What the exercise asks ::
Copy exactly the lines of the data below that run from the line holding "maxDispersionAcrossArcsec: number | null;" through the line holding "latDeg: number;", both ends included.

Given information ::
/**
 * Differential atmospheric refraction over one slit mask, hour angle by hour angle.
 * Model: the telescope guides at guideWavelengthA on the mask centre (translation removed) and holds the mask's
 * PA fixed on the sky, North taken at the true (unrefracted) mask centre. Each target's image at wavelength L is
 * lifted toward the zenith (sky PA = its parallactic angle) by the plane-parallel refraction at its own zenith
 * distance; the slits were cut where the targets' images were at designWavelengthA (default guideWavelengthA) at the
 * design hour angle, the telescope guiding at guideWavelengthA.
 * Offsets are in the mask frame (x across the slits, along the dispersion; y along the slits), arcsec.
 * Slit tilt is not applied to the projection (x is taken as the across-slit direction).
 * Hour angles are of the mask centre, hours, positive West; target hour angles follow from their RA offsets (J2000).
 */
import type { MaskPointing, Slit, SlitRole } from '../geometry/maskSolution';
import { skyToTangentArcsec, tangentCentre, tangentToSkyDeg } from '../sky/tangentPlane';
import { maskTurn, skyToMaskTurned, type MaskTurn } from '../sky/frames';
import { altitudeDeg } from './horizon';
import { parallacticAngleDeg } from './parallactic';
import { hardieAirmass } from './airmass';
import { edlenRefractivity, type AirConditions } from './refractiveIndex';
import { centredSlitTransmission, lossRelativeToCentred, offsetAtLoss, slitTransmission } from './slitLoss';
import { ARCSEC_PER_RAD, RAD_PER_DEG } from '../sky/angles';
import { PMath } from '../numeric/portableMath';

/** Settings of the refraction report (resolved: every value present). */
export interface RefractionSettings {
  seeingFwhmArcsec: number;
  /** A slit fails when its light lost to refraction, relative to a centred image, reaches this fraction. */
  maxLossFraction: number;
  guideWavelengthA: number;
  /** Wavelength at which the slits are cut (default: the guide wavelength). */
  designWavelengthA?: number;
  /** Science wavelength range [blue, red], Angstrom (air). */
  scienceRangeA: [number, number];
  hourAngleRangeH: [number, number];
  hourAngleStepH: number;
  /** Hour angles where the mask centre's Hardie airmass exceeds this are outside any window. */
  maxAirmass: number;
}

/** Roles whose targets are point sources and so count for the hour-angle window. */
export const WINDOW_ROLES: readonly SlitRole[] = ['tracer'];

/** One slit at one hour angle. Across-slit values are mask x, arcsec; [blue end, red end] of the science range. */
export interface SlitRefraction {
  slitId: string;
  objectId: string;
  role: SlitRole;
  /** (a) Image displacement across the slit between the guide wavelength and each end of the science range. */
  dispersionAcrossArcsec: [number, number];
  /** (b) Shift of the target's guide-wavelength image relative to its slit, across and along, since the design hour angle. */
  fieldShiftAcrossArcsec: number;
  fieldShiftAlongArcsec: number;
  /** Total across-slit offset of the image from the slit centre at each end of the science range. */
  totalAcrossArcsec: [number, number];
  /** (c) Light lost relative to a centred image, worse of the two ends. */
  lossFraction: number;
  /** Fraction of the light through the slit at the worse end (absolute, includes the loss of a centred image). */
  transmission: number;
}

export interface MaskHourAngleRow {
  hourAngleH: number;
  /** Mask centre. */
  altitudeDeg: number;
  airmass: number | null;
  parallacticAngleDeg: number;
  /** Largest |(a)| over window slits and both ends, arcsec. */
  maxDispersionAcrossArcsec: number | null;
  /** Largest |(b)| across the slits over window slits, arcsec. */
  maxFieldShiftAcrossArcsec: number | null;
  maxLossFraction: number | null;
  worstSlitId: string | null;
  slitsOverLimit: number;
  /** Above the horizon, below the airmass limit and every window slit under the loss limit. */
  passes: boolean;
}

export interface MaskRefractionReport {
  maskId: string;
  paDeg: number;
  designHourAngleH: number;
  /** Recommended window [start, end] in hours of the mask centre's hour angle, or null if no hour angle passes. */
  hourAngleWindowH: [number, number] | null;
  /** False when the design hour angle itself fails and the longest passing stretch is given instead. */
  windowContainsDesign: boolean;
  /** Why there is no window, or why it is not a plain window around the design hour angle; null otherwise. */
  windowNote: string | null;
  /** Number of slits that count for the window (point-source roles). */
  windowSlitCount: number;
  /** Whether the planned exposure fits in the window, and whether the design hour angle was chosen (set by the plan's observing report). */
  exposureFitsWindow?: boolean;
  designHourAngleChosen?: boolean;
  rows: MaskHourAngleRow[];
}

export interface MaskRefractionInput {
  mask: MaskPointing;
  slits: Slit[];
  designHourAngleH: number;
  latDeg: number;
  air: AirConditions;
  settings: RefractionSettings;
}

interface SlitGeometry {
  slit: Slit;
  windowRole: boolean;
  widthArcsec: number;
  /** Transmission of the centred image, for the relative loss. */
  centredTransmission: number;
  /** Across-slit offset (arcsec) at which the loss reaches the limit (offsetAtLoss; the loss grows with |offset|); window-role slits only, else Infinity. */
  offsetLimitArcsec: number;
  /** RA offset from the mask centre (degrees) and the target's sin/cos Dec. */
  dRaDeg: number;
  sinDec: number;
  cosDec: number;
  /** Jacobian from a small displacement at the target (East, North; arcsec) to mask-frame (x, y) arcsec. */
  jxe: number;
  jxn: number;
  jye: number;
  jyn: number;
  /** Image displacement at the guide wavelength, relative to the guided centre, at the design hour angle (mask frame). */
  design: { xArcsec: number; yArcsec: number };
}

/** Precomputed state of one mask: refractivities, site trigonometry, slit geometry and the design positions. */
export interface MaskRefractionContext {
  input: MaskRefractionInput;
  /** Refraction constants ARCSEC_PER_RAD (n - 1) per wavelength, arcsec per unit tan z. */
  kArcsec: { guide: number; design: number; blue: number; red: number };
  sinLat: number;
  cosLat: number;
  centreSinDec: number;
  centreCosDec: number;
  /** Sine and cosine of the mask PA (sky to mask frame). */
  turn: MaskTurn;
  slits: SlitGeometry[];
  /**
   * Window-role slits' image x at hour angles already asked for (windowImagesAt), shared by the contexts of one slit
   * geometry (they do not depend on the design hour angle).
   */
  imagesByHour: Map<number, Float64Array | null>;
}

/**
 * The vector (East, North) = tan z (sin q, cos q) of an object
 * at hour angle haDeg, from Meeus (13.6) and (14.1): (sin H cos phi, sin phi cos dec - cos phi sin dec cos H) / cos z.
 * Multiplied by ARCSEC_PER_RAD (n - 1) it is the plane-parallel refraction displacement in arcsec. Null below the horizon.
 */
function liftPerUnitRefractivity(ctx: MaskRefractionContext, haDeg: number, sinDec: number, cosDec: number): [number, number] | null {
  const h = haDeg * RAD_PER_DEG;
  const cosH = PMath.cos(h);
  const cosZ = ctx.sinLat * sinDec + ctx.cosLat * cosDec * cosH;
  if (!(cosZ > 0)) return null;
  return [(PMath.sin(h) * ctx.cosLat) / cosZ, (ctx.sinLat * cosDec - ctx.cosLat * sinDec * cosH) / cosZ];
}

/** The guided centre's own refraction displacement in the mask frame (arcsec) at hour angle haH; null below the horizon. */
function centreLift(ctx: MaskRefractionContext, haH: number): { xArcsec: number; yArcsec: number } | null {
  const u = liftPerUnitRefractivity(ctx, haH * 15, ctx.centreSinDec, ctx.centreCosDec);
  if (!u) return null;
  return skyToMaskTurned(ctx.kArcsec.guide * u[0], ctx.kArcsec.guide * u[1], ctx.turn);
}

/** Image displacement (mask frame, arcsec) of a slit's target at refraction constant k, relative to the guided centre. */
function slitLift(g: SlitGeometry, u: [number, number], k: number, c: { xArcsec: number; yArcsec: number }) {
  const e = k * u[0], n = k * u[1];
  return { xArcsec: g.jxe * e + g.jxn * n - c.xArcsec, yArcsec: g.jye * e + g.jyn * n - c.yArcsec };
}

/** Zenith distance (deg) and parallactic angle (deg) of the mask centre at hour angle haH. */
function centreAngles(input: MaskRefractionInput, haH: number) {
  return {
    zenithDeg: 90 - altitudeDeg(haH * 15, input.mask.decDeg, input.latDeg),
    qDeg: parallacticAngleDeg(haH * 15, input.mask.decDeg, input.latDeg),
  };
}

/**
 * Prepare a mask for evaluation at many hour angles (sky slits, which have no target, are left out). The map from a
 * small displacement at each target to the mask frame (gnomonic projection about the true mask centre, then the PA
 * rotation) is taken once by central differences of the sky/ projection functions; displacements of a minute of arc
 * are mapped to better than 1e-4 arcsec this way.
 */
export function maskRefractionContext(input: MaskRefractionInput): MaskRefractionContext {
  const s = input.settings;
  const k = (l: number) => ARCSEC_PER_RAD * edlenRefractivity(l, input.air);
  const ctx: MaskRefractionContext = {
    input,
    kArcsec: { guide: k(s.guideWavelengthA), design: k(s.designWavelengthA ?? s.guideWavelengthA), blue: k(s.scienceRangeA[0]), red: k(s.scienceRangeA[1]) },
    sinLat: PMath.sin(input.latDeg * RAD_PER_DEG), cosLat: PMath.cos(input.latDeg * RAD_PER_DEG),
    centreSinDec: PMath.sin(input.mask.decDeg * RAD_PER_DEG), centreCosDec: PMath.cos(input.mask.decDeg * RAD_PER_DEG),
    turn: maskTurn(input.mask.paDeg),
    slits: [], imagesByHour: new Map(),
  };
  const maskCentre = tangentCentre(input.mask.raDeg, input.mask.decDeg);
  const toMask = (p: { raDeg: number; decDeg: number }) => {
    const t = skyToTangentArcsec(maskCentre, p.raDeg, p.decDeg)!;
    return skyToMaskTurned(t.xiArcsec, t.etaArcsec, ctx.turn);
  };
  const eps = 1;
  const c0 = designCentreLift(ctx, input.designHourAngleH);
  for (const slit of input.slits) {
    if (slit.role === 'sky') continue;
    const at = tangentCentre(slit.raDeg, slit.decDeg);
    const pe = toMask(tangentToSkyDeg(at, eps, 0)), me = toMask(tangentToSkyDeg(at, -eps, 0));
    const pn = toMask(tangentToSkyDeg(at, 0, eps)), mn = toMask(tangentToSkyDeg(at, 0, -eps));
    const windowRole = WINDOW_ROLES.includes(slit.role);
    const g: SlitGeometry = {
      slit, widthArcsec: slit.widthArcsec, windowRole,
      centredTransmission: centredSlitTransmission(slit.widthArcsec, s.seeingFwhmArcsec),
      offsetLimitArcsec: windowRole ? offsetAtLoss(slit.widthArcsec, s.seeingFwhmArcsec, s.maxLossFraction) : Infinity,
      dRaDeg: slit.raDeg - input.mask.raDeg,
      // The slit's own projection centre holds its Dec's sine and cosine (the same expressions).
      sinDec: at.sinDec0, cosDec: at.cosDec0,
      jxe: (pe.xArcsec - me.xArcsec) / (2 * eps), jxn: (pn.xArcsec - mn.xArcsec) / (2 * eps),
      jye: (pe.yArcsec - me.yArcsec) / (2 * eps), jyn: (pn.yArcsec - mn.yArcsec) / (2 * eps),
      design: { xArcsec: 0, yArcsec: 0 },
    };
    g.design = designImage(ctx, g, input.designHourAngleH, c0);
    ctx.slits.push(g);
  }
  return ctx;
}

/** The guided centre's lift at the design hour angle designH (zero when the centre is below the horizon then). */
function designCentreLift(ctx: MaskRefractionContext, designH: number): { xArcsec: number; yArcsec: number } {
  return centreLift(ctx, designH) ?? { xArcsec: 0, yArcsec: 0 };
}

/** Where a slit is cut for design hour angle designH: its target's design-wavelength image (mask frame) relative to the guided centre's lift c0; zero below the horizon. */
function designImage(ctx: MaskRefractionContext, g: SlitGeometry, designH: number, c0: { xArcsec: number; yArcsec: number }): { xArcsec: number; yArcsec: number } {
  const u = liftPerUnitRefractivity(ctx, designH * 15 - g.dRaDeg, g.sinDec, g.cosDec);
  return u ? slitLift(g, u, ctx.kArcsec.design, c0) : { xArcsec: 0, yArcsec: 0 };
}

Reply ::
  maxDispersionAcrossArcsec: number | null;
  /** Largest |(b)| across the slits over window slits, arcsec. */
  maxFieldShiftAcrossArcsec: number | null;
  maxLossFraction: number | null;
  worstSlitId: string | null;
  slitsOverLimit: number;
  /** Above the horizon, below the airmass limit and every window slit under the loss limit. */
  passes: boolean;
}

export interface MaskRefractionReport {
  maskId: string;
  paDeg: number;
  designHourAngleH: number;
  /** Recommended window [start, end] in hours of the mask centre's hour angle, or null if no hour angle passes. */
  hourAngleWindowH: [number, number] | null;
  /** False when the design hour angle itself fails and the longest passing stretch is given instead. */
  windowContainsDesign: boolean;
  /** Why there is no window, or why it is not a plain window around the design hour angle; null otherwise. */
  windowNote: string | null;
  /** Number of slits that count for the window (point-source roles). */
  windowSlitCount: number;
  /** Whether the planned exposure fits in the window, and whether the design hour angle was chosen (set by the plan's observing report). */
  exposureFitsWindow?: boolean;
  designHourAngleChosen?: boolean;
  rows: MaskHourAngleRow[];
}

export interface MaskRefractionInput {
  mask: MaskPointing;
  slits: Slit[];
  designHourAngleH: number;
  latDeg: number;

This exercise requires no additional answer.